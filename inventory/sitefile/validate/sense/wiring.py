"""Sense checks of the wiring: wires (ends, one way to give the resistance, the conductor size),
links and grounds."""

from __future__ import annotations

from inventory.sitefile.validate.sense.base import SenseBase, items_of


class WiringChecks(SenseBase):
    def check_wires(self) -> None:
        for index, wire in items_of(self.doc, "wires"):
            here = ("wires", index)
            start, end = wire.get("from"), wire.get("to")
            self.terminal(start, *here, "from")
            self.terminal(end, *here, "to")
            if isinstance(start, str) and isinstance(end, str) and start == end:
                self.add(f"a wire from a terminal to itself ({end!r})", *here, "to")

            has_r = "r_ohm" in wire
            has_size = "size" in wire
            has_m, has_ft = "length_m" in wire, "length_ft" in wire
            if has_r and (has_size or has_m or has_ft or "material" in wire):
                self.add("give r_ohm alone, or size with length_m or length_ft; not both", *here)
            elif not has_r:
                if not has_size and not (has_m or has_ft):
                    self.add("no resistance: give size with length_m or length_ft, or r_ohm", *here)
                elif not has_size:
                    self.add("length given without a size (e.g. '10AWG', '4mm2')", *here)
                elif not (has_m or has_ft):
                    self.add("size given without length_m or length_ft", *here)
            if has_m and has_ft:
                self.add("give length_m or length_ft, not both", *here)

            size = wire.get("size")
            if isinstance(size, str) and size:
                material = wire.get("material", "cu")
                problem = self.wire_size_check(size, material if material in ("cu", "al") else "cu")
                if problem:
                    self.add(problem, *here, "size")

    def check_links_and_grounds(self) -> None:
        links = self.doc.get("links")
        for index, link in enumerate(links if isinstance(links, list) else ()):
            self.two_ends(link, "a link", "links", index)
        grounds = self.doc.get("grounds")
        seen: dict[str, int] = {}
        for index, ground in enumerate(grounds if isinstance(grounds, list) else ()):
            self.terminal(ground, "grounds", index)
            if isinstance(ground, str):
                if ground in seen:
                    self.add(
                        f"{ground!r} is listed twice (first at /grounds/{seen[ground]})",
                        "grounds",
                        index,
                    )
                else:
                    seen[ground] = index
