describe('station series and CSV export', () => {
  let context: TestContext;
  let climatologist: TestPerson;
  let stationId: string;
  let inkLineId: string;

  function getCsv(query: Record<string, string>) {
    return request(context.app).get(API.seriesCsv).query(query).set('Authorization', `Bearer ${climatologist.token}`).buffer(true);
  }

  beforeAll(async () => {
    context = await createTestContext();
    await truncateTables(context.db);
    climatologist = await createPerson(context.db, ['climatologist']);
    const volunteer = await createPerson(context.db, ['volunteer']);
    const station = await createStation(context.db, { code: 'KRX' });
    stationId = station.id;
    const otherStation = await createStation(context.db);
    const form = await createChartForm(context.db);
    const scanId = await createScanRow(context.db, { stationId, chartFormId: form.id, uploadedBy: volunteer.id, chartStart: '2026-03-01T00:00Z' });
    inkLineId = await createInkLineWithPoints(context.db, { scanId, stationId, authorId: volunteer.id, points: SAVED_POINTS });
    // A draft's points and another station's points must never show up.
    await createInkLineWithPoints(context.db, {
      scanId,
      stationId,
      authorId: volunteer.id,
      status: 'draft',
      points: [{ time: '2026-03-02T12:00:00Z', pressureHpa: 1111 }],
    });
    const otherScanId = await createScanRow(context.db, {
      stationId: otherStation.id,
      chartFormId: form.id,
      uploadedBy: volunteer.id,
      chartStart: '2026-03-01T00:00Z',
    });
    await createInkLineWithPoints(context.db, {
      scanId: otherScanId,
      stationId: otherStation.id,
      authorId: volunteer.id,
      points: [{ time: '2026-03-02T06:00:00Z', pressureHpa: 1022 }],
    });
  });

  afterAll(async () => {
    await truncateTables(context.db);
    await context.close();
  });

  it('when the CSV is asked for a date range, then it has the header, ISO UTC times and the saved values to 2 decimals', async () => {
    const response = await getCsv({ stationId, from: '2026-03-02', to: '2026-03-02' });

    expect(response.status).toBe(200);
    expect(response.headers['content-type']).toBe('text/csv; charset=utf-8');
    expect(response.headers['content-disposition']).toBe('attachment; filename="KRX_2026-03-02_2026-03-02.csv"');
    const lines = response.text.trimEnd().split('\n');
    expect(lines[0]).toBe(SERIES_CSV_HEADER.join(','));
    // These points were stored without an uncertainty, so its cell is empty.
    expect(lines.slice(1)).toEqual([
      `2026-03-02T00:00:00.000Z,1000.46,ok,,${inkLineId}`,
      `2026-03-02T01:00:00.000Z,1000.00,interpolated,,${inkLineId}`,
      `2026-03-02T23:00:00.000Z,987.10,ok,,${inkLineId}`,
    ]);
  });

  it('when the range is given as instants, then both ends are included', async () => {
    const response = await getCsv({ stationId, from: '2026-03-01T23:00:00Z', to: '2026-03-02T00:00:00Z' });

    const times = response.text.trimEnd().split('\n').slice(1).map((line) => line.split(',')[0]);
    expect(times).toEqual(['2026-03-01T23:00:00.000Z', '2026-03-02T00:00:00.000Z']);
  });

  it('when nothing lies in the range, then the CSV is the header alone', async () => {
    const response = await getCsv({ stationId, from: '2027-01-01', to: '2027-01-31' });

    expect(response.status).toBe(200);
    expect(response.text).toBe(`${SERIES_CSV_HEADER.join(',')}\n`);
  });

  it('when the JSON series is asked for, then the points come in time order with the range echoed', async () => {
    const response = await request(context.app)
      .get(API.series)
      .query({ stationId, from: '2026-03-01', to: '2026-03-03' })
      .set('Authorization', `Bearer ${climatologist.token}`);

    expect(response.status).toBe(200);
    expect(response.body).toEqual({
      stationId,
      from: '2026-03-01T00:00:00.000Z',
      to: '2026-03-03T23:59:59.999Z',
      truncated: false,
      sourceCount: 1,
      // Two ink lines were recorded entering the series (the draft too: the build leaves out lines that do not count).
      version: 2,
      builtAt: expect.any(String),
      points: SAVED_POINTS.map((point) => ({
        time: new Date(point.time).toISOString(),
        pressureHpa: point.pressureHpa,
        flag: point.flag ?? 'ok',
        uncertaintyHpa: null,
        inkLineId,
      })),
    });
  });

  it('when from is after to, then it answers 400 validation_failed for to', async () => {
    const response = await getCsv({ stationId, from: '2026-03-05', to: '2026-03-02' });

    expect(response.status).toBe(400);
    expect(response.body.error.code).toBe('validation_failed');
    expect(response.body.error.details).toEqual({ to: 'to must not be before from' });
  });

  it('when the station id and dates are malformed, then it answers 400 naming each', async () => {
    const response = await request(context.app)
      .get(API.series)
      .query({ stationId: 'KRO', from: '2026-02-30', to: 'yesterday' })
      .set('Authorization', `Bearer ${climatologist.token}`);

    expect(response.status).toBe(400);
    expect(Object.keys(response.body.error.details).sort()).toEqual(['from', 'stationId', 'to']);
  });

  it('when an instant can be read with day and month either way round, then it is refused saying so', async () => {
    const response = await getCsv({ stationId, from: '02/03/2026 00:00', to: '2026-03-03' });

    expect(response.status).toBe(400);
    expect(response.body.error.details.from).toMatch(/day and month either way round/);
  });

  it('when the station does not exist, then it answers 404 station_not_found', async () => {
    const response = await getCsv({ stationId: '00000000-0000-4000-8000-000000000000', from: '2026-03-01', to: '2026-03-03' });

    expect(response.status).toBe(404);
    expect(response.body.error.code).toBe('station_not_found');
  });
});
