/**
 * The Series area: pick a station (and stations to overlay), see where it has data, brush its whole record
 * to choose a range, zoom the detail plot from decades to minutes, read values, open the chart behind a
 * point, derive sea-level pressure and tendency, and download the visible range in CSV, NetCDF or JSON.
 */
@Component({
  selector: 'isl-series-page',
  imports: [SelectOptionsFailure, 
    ReactiveFormsModule,
    RouterLink,
    MatFormFieldModule,
    MatInputModule,
    MatSelectModule,
    MatButtonModule,
    MatIconModule,
    MatProgressBarModule,
    CoverageStrip,
    SeriesOverview,
    SeriesDetail,
    FlagLegend,
    PointChartPanel,
    DerivedPanel,
    SeriesRangeForm,
  ],
  templateUrl: './series-page.html',
  styleUrl: './series-page.scss',
  changeDetection: ChangeDetectionStrategy.OnPush,
})
export class SeriesPage {
  private readonly api = inject(SeriesQueryApi);
  private readonly destroyRef = inject(DestroyRef);
  private readonly document = inject(DOCUMENT);
  private readonly imageUrls = new ObjectUrlHolder(this.destroyRef);
  private readonly session = inject(AuthSession);

  protected readonly units = PRESSURE_UNITS.filter((unit) => unit === 'hPa' || unit === 'inHg' || unit === 'mmHg');
  protected readonly stationOptions = loadSelectOptions(inject(StationsApi).listForSelect(), 'The stations');
  protected readonly stations = this.stationOptions.items;
  protected readonly picks = inject(NonNullableFormBuilder).group({
    stationId: [''],
    overlayIds: [[] as string[]],
    unit: ['hPa' as PressureUnit],
  });
  private readonly pickValues = toSignal(this.picks.valueChanges.pipe(map(() => this.picks.getRawValue())), { initialValue: this.picks.getRawValue() });
  protected readonly unit = computed(() => this.pickValues().unit);
  protected readonly stationId = computed(() => this.pickValues().stationId);
  protected readonly station = computed(() => this.stations().find((station) => station.id === this.stationId()) ?? null);
  protected readonly overlayChoices = computed(() => this.stations().filter((station) => station.id !== this.stationId()));
  private readonly stationIds = computed(() => {
    const primary = this.stationId();
    if (primary === '') return [];
    return [primary, ...this.pickValues().overlayIds.filter((id) => id !== primary)].slice(0, MAX_OVERLAID);
  });

  /** The primary station's coverage, and its daily record for the overview. */
  protected readonly coverage = signal<Loaded<StationCoverage> | null>(null);
  protected readonly overview = signal<Loaded<SeriesQueryResponse> | null>(null);
  protected readonly recordMs = computed((): [number, number] | null => {
    const coverage = this.coverage();
    if (coverage?.state !== 'ready' || coverage.value.first === null || coverage.value.last === null) return null;
    const firstMs = Date.parse(coverage.value.first);
    return [firstMs, Math.max(Date.parse(coverage.value.last), firstMs + 3_600_000)];
  });
  protected readonly overviewDays = computed(() => {
    const overview = this.overview();
    return overview?.state === 'ready' && overview.value.stations[0] ? toPlotPoints(overview.value.stations[0]) : [];
  });

  /** The detail plot's range, epoch ms. */
  protected readonly viewMs = signal<[number, number] | null>(null);
  protected readonly step = computed(() => {
    const view = this.viewMs();
    return view ? chooseDetailStep(view[1] - view[0], Math.max(1, this.stationIds().length)) : 'daily';
  });
  protected readonly stepWords = computed(() => STEP_WORDS[this.step()]);
  protected readonly detail = signal<Loaded<SeriesQueryResponse> | null>(null);
  protected readonly isDetailLoading = signal(false);
  protected readonly seaLevel = signal<SeaLevelAssumptions | null>(null);
  protected readonly lines = computed((): StationLine[] => {
    const detail = this.detail();
    if (detail?.state !== 'ready') return [];
    const seaLevel = this.seaLevel();
    return detail.value.stations.map((series, slot) => {
      const points = toPlotPoints(series);
      return { stationId: series.stationId, label: `${series.stationName} (${series.stationCode})`, slot, points: seaLevel && slot === 0 ? reduceLineToSeaLevel(points, seaLevel) : points };
    });
  });
  protected readonly maxStepMs = computed(() => GAP_FACTOR * Math.max(SERIES_STEP_NOMINAL_MS[this.detailStep()], 3_600_000));
  private readonly detailStep = computed(() => {
    const detail = this.detail();
    return detail?.state === 'ready' ? detail.value.step : this.step();
  });
  protected readonly visiblePointCount = computed(() => {
    const view = this.viewMs();
    if (!view) return 0;
    return this.lines().reduce((sum, line) => sum + line.points.filter((point) => point.timeMs >= view[0] && point.timeMs <= view[1]).length, 0);
  });
  protected readonly isEmpty = computed(() => this.detail()?.state === 'ready' && this.visiblePointCount() === 0);
  protected readonly shownFlags = computed(() => {
    const flags = new Set<SeriesFlag>(this.lines().flatMap((line) => line.points.map((point) => point.flag)));
    flags.add('gap');
    return [...flags];
  });
  protected readonly hasFlaggedBars = computed(() => this.lines().some((line) => line.points.some((point) => point.count > 1 && point.flaggedShare > 0)));
  protected readonly versionText = computed(() => {
    const detail = this.detail();
    if (detail?.state !== 'ready') return '';
    return detail.value.stations.map((series) => `${series.stationCode} version ${series.version}${series.builtAt ? `, built ${series.builtAt.slice(0, 16).replace('T', ' ')} UTC` : ''}`).join(' · ');
  });
  /** Teachers (and whoever may open Lessons) start a lesson from the brushed range. */
  protected readonly lessonLink = computed(() => {
    const view = this.viewMs();
    if (!view || this.stationId() === '' || !this.session.hasAnyRole(rolesFor('lessons'))) return null;
    return lessonLinkFor(this.stationId(), view);
  });
  protected readonly lessonQueryParams = computed(() => {
    const link = this.lessonLink();
    return link && 'queryParams' in link ? link.queryParams : null;
  });
  protected readonly lessonProblem = computed(() => {
    const link = this.lessonLink();
    return link && 'problem' in link ? link.problem : null;
  });
  protected readonly seaLevelHeightM = computed(() => {
    const station = this.station();
    return station ? reductionHeightM(station) : null;
  });
  protected readonly seaLevelHeightSource = computed(() => (this.station()?.barometerHeightM != null ? 'barometer' : 'station'));

  /** The picked point, its chart and the chart's image. */
  protected readonly pickedTimeMs = signal<number | null>(null);
  protected readonly pointChart = signal<Loaded<PointChart> | null>(null);
  protected readonly chartImageUrl = signal<string | null>(null);
  protected readonly tendency = computed(() => {
    const timeMs = this.pickedTimeMs();
    const first = this.lines()[0];
    if (timeMs === null || !first) return undefined;
    return tendencyAt(first.points, this.detailStep(), timeMs);
  });
  protected readonly isDownloading = signal(false);
  protected readonly downloadFailure = signal<string | null>(null);

  constructor() {
    toObservable(this.stationId)
      .pipe(
        distinctUntilChanged(),
        filter((stationId) => stationId !== ''),
        switchMap((stationId) => {
          this.resetForStation();
          return this.api.coverage(stationId).pipe(
            map((value): Loaded<StationCoverage> => ({ state: 'ready', value })),
            catchError((error: unknown) => of<Loaded<StationCoverage>>({ state: 'failed', message: messageOf(error, 'The coverage could not be loaded.') })),
          );
        }),
        takeUntilDestroyed(),
      )
      .subscribe((coverage) => {
        this.coverage.set(coverage);
        this.loadOverview();
      });

    toObservable(computed(() => ({ stationIds: this.stationIds(), viewMs: this.viewMs(), step: this.step(), recordMs: this.recordMs() })))
      .pipe(
        debounceTime(150),
        filter((request) => request.viewMs !== null && request.stationIds.length > 0),
        map((request): SeriesView => {
          const viewMs = request.viewMs as [number, number];
          const [fromMs, toMs] = fetchWindowMs(viewMs, request.recordMs ?? viewMs);
          // The widened window may pass the server's limit at the step: then the view alone is asked for.
          const window = toMs - fromMs <= maxSeriesRangeMs(request.step, request.stationIds.length) ? [fromMs, toMs] : viewMs;
          return { stationIds: request.stationIds, fromMs: Math.round(window[0]), toMs: Math.round(window[1]), step: request.step };
        }),
        filter((view) => !this.servesView(view)),
        switchMap((view) => {
          // The old plot stays while a finer or wider one loads; only an error clears it.
          this.isDetailLoading.set(true);
          return this.api.query(view).pipe(
            map((value): Loaded<SeriesQueryResponse> => ({ state: 'ready', value })),
            // An error clears the old plot and says what went wrong.
            catchError((error: unknown) => of<Loaded<SeriesQueryResponse>>({ state: 'failed', message: messageOf(error, 'The series could not be loaded.') })),
          );
        }),
        takeUntilDestroyed(),
      )
      .subscribe((detail) => {
        this.isDetailLoading.set(false);
        this.detail.set(detail);
      });
  }

  /** True when the detail already loaded covers the view at its step with the same stations. */
  private servesView(view: SeriesView): boolean {
    const detail = this.detail();
    if (detail?.state !== 'ready') return false;
    const current = this.viewMs();
    const shown = detail.value;
    return (
      current !== null &&
      shown.step === view.step &&
      Date.parse(shown.from) <= current[0] &&
      Date.parse(shown.to) >= current[1] &&
      shown.stations.map((series) => series.stationId).join() === view.stationIds.join()
    );
  }

  private resetForStation(): void {
    this.coverage.set({ state: 'loading' });
    this.overview.set(null);
    this.detail.set(null);
    this.isDetailLoading.set(false);
    this.viewMs.set(null);
    this.closeChart();
    this.seaLevel.set(null);
  }

  private loadOverview(): void {
    const record = this.recordMs();
    if (!record) return;
    const stationId = this.stationId();
    const spanMs = record[1] - record[0];
    this.viewMs.set([record[0], record[1]]);
    this.overview.set({ state: 'loading' });
    this.api
      .query({ stationIds: [stationId], fromMs: record[0], toMs: record[1], step: spanMs <= maxSeriesRangeMs('daily', 1) ? 'daily' : 'monthly' })
      .pipe(takeUntilDestroyed(this.destroyRef))
      .subscribe({
        next: (value) => this.overview.set({ state: 'ready', value }),
        error: (error: unknown) => this.overview.set({ state: 'failed', message: messageOf(error, 'The record could not be loaded.') }),
      });
  }

  protected showRange(range: [number, number]): void {
    this.viewMs.set(range);
  }

  protected showTypedDays(days: { fromDay: string; toDay: string }): void {
    const fromMs = parseUtcDay(days.fromDay);
    const toMs = parseUtcDay(days.toDay);
    if (fromMs === null || toMs === null) return;
    this.viewMs.set([fromMs, toMs + DAY_MS - 1]);
  }

  protected openChart(pick: { stationId: string; timeMs: number }): void {
    this.pickedTimeMs.set(pick.timeMs);
    this.pointChart.set({ state: 'loading' });
    this.chartImageUrl.set(null);
    this.api
      .pointChart(pick.stationId, pick.timeMs)
      .pipe(
        switchMap((chart) => {
          this.pointChart.set({ state: 'ready', value: chart });
          return chart.imagePath ? this.api.image(chart.imagePath) : of(null);
        }),
        takeUntilDestroyed(this.destroyRef),
      )
      .subscribe({
        next: (blob) => this.chartImageUrl.set(blob ? this.imageUrls.replace(blob) : null),
        error: (error: unknown) => {
          if (this.pointChart()?.state === 'loading') this.pointChart.set({ state: 'failed', message: messageOf(error, 'The chart could not be found.') });
          else this.downloadFailure.set(messageOf(error, 'The chart image could not be loaded.'));
        },
      });
  }

  protected closeChart(): void {
    this.pickedTimeMs.set(null);
    this.pointChart.set(null);
    this.chartImageUrl.set(null);
  }

  protected download(format: SeriesFormat): void {
    const view = this.viewMs();
    if (!view || this.isEmpty()) return;
    // NetCDF holds one station; the overlaid ones come in CSV and JSON.
    const stationIds = format === 'netcdf' ? this.stationIds().slice(0, 1) : this.stationIds();
    const codes = stationIds.map((id) => this.stations().find((station) => station.id === id)?.code ?? id);
    const request: SeriesView = { stationIds, fromMs: Math.round(view[0]), toMs: Math.round(view[1]), step: this.step() };
    this.isDownloading.set(true);
    this.downloadFailure.set(null);
    this.api
      .download(request, format)
      .pipe(takeUntilDestroyed(this.destroyRef))
      .subscribe({
        next: (blob) => {
          this.isDownloading.set(false);
          saveBlob(blob, seriesFileName(codes, request.fromMs, request.toMs, request.step, format), this.document);
        },
        error: (error: unknown) => {
          this.isDownloading.set(false);
          this.downloadFailure.set(messageOf(error, 'The file could not be downloaded.'));
        },
      });
  }
}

┄┄┄┄┄┄┄┄┄┄

Task: When the word "SenseBase" appears in a line of the listing, pull that line out.

Answer to this problem:
from inventory.sitefile.validate.sense.base import SenseBase, items_of
class WiringChecks(SenseBase):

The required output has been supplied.